TASK PROMPT — Before you finish, make sure each line of the records has been retyped exactly.

Collected data entries
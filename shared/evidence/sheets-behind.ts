import type { ColumnPart, ColumnPen } from './column-part.ts';
import { continuedSheets } from './continued-sheets.ts';
import { frameMarks } from './plan-signs.ts';
import type { PlannedSheet } from './planned-sheets.ts';
import { columnMarks } from './sheet-column.ts';
import type { AboutSheets, Sheet } from './sheet.ts';
import { titleOfSheet } from './title-of-sheet.ts';

/**
 * The sheets behind a sheet that hold what found no room in its column.
 *
 * Units: mm. Valid: none where nothing is left. Source: [own].
 */
export function sheetsBehind(
  { name, width, height }: Sheet,
  { planned, about, pen }: Readonly<{ planned: PlannedSheet; about: AboutSheets; pen: ColumnPen }>,
  parts: readonly ColumnPart[],
): Sheet[] {
  const { layout } = planned;
  const frame = frameMarks(layout.frame, layout.window, layout.column);
  return continuedSheets(layout.window, pen, parts).map((more, k, { length }) => {
    const title = titleOfSheet(planned, about, `${k + 1} of ${length}`);
    const foot = columnMarks(layout, pen, { always: [], asRoom: [], title });
    const marks = [...frame, ...more, ...foot.marks];
    return { name: `${name}, list ${k + 1}`, width, height, marks };
  });
}
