import type { Ink, Mark, Measure, Spot } from './marks.ts';
import { wrapped } from './wrapped.ts';

/**
 * A part of a sheet's column: how high it is, and its marks from where it begins.
 *
 * Units: mm. Valid: made for one width. Source: [own].
 */
export type ColumnPart = { readonly height: number; readonly marks: (at: Spot) => Mark[] };

/**
 * What parts of a column are made with: the width between its margins, the scale of its words, and how
 * wide words are.
 *
 * Units: mm. Valid: any. Source: [own].
 */
export type ColumnPen = {
  readonly width: number;
  readonly scale: number;
  readonly measure: Measure;
};

/** A line of print is so many times as high as its letters; a point is so many mm. */
const LEADING = 1.34;
const MM_PER_POINT = 25.4 / 72;

/**
 * The height of a line of print.
 *
 * Units: size points of print, height mm. Valid: any size. Source: [own].
 */
export function lineHeight(size: number): number {
  return size * LEADING * MM_PER_POINT;
}

/** The least size of words on paper, in points of print. */
const LEAST = 6.5;

/**
 * A size of words on a sheet: that of A3 times the sheet's scale, never too small to read.
 *
 * Units: points of print. Valid: any size. Source: [own].
 */
export function printSize(asked: number, scale: number): number {
  return Math.max(LEAST, asked * scale);
}

type Look = {
  readonly size: number;
  readonly isStrong?: boolean;
  readonly ink?: Ink;
  readonly indent?: number;
};

/**
 * Words over as many lines as they need.
 *
 * Units: size points of print on A3, indent mm. Valid: any words. Source: [own].
 */
export function wordsPart(
  { width, scale, measure }: ColumnPen,
  words: string,
  { size: asked, isStrong = false, ink = 'ink', indent = 0 }: Look,
): ColumnPart {
  const size = printSize(asked, scale);
  const lines = wrapped(words, width - indent, measure, { size, isStrong });
  const each = lineHeight(size);
  return {
    height: lines.length * each,
    marks: ([x, y]) =>
      lines.map((line, k): Mark => ({
        ...{ kind: 'words', words: line, size, isStrong, ink },
        at: [x + indent, y + (k + 0.76) * each],
      })),
  };
}

/**
 * Parts one under the other.
 *
 * Units: mm. Valid: any parts. Source: [own].
 */
export function stacked(parts: readonly ColumnPart[], between = 0): ColumnPart {
  const height = parts.reduce((sum, part) => sum + part.height + between, -between);
  return {
    height: Math.max(0, height),
    marks: ([x, top]) => {
      let y = top;
      return parts.flatMap((part) => {
        const marks = part.marks([x, y]);
        y += part.height + between;
        return marks;
      });
    },
  };
}
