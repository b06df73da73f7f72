import { useMutation, useQueryClient } from '@tanstack/react-query';
import {
  measureSchema,
  type Measure,
  type MeasureValues,
} from '../../../../shared/schemas/measures.ts';
import { apiSend } from '../../../lib/api-client.ts';
import { apiPath } from '../../../lib/api-path.ts';
import { measuresKey } from './list-measures.ts';

/** Adds a measure, or writes one anew on top of the version that was seen. */
export function useKeepMeasure(
  schemeId: string,
  seen: Pick<Measure, 'id' | 'version'> | null,
  onDone: () => void,
) {
  const client = useQueryClient();
  return useMutation({
    mutationFn: (values: MeasureValues) =>
      seen === null
        ? apiSend('POST', apiPath`/api/schemes/${schemeId}/measures`, measureSchema, values)
        : apiSend('PUT', apiPath`/api/schemes/${schemeId}/measures/${seen.id}`, measureSchema, {
            version: seen.version,
            values,
          }),
    onSuccess: onDone,
    onSettled: () => client.invalidateQueries({ queryKey: measuresKey(schemeId) }),
  });
}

TASK SOLUTION —
filename shared/evidence/sheets-behind.ts
import type { ColumnPart, ColumnPen } from './column-part.ts';
import { continuedSheets } from './continued-sheets.ts';
import { frameMarks } from './plan-signs.ts';
import type { PlannedSheet } from './planned-sheets.ts';
import { columnMarks } from './sheet-column.ts';
import type { AboutSheets, Sheet } from './sheet.ts';
import { titleOfSheet } from './title-of-sheet.ts';

/**
 * The sheets behind a sheet that hold what found no room in its column.
 *
 * Units: mm. Valid: none where nothing is left. Source: [own].
 */
export function sheetsBehind(
  { name, width, height }: Sheet,
  { planned, about, pen }: Readonly<{ planned: PlannedSheet; about: AboutSheets; pen: ColumnPen }>,
  parts: readonly ColumnPart[],
): Sheet[] {
  const { layout } = planned;
  const frame = frameMarks(layout.frame, layout.window, layout.column);
  return continuedSheets(layout.window, pen, parts).map((more, k, { length }) => {
    const title = titleOfSheet(planned, about, `${k + 1} of ${length}`);
    const foot = columnMarks(layout, pen, { always: [], asRoom: [], title });
    const marks = [...frame, ...more, ...foot.marks];
    return { name: `${name}, list ${k + 1}`, width, height, marks };
  });
}
import type { Ink, Mark, Measure, Spot } from './marks.ts';
import { wrapped } from './wrapped.ts';

/**
 * A part of a sheet's column: how high it is, and its marks from where it begins.
 *
 * Units: mm. Valid: made for one width. Source: [own].
 */
export type ColumnPart = { readonly height: number; readonly marks: (at: Spot) => Mark[] };

/**
 * What parts of a column are made with: the width between its margins, the scale of its words, and how
 * wide words are.
 *
 * Units: mm. Valid: any. Source: [own].
 */
export type ColumnPen = {
  readonly width: number;
  readonly scale: number;
  readonly measure: Measure;
};

/** A line of print is so many times as high as its letters; a point is so many mm. */
const LEADING = 1.34;
const MM_PER_POINT = 25.4 / 72;

/**
 * The height of a line of print.
 *
 * Units: size points of print, height mm. Valid: any size. Source: [own].
 */
export function lineHeight(size: number): number {
  return size * LEADING * MM_PER_POINT;
}

/** The least size of words on paper, in points of print. */
const LEAST = 6.5;

/**
 * A size of words on a sheet: that of A3 times the sheet's scale, never too small to read.
 *
 * Units: points of print. Valid: any size. Source: [own].
 */
export function printSize(asked: number, scale: number): number {
  return Math.max(LEAST, asked * scale);
}

type Look = {
  readonly size: number;
  readonly isStrong?: boolean;
  readonly ink?: Ink;
  readonly indent?: number;
};

/**
 * Words over as many lines as they need.
 *
 * Units: size points of print on A3, indent mm. Valid: any words. Source: [own].
 */
export function wordsPart(
  { width, scale, measure }: ColumnPen,
  words: string,
  { size: asked, isStrong = false, ink = 'ink', indent = 0 }: Look,
): ColumnPart {
  const size = printSize(asked, scale);
  const lines = wrapped(words, width - indent, measure, { size, isStrong });
  const each = lineHeight(size);
  return {
    height: lines.length * each,
    marks: ([x, y]) =>
      lines.map((line, k): Mark => ({
        ...{ kind: 'words', words: line, size, isStrong, ink },
        at: [x + indent, y + (k + 0.76) * each],
      })),
  };
}

/**
 * Parts one under the other.
 *
 * Units: mm. Valid: any parts. Source: [own].
 */
export function stacked(parts: readonly ColumnPart[], between = 0): ColumnPart {
  const height = parts.reduce((sum, part) => sum + part.height + between, -between);
  return {
    height: Math.max(0, height),
    marks: ([x, top]) => {
      let y = top;
      return parts.flatMap((part) => {
        const marks = part.marks([x, y]);
        y += part.height + between;
        return marks;
      });
    },
  };
}
repository b06df73da73f7f72
import { useMutation, useQueryClient } from '@tanstack/react-query';
import {
  measureSchema,
  type Measure,
  type MeasureValues,
} from '../../../../shared/schemas/measures.ts';
import { apiSend } from '../../../lib/api-client.ts';
import { apiPath } from '../../../lib/api-path.ts';
import { measuresKey } from './list-measures.ts';

/** Adds a measure, or writes one anew on top of the version that was seen. */
export function useKeepMeasure(
  schemeId: string,
  seen: Pick<Measure, 'id' | 'version'> | null,
  onDone: () => void,
) {
  const client = useQueryClient();
  return useMutation({
    mutationFn: (values: MeasureValues) =>
      seen === null
        ? apiSend('POST', apiPath`/api/schemes/${schemeId}/measures`, measureSchema, values)
        : apiSend('PUT', apiPath`/api/schemes/${schemeId}/measures/${seen.id}`, measureSchema, {
            version: seen.version,
            values,
          }),
    onSuccess: onDone,
    onSettled: () => client.invalidateQueries({ queryKey: measuresKey(schemeId) }),
  });
}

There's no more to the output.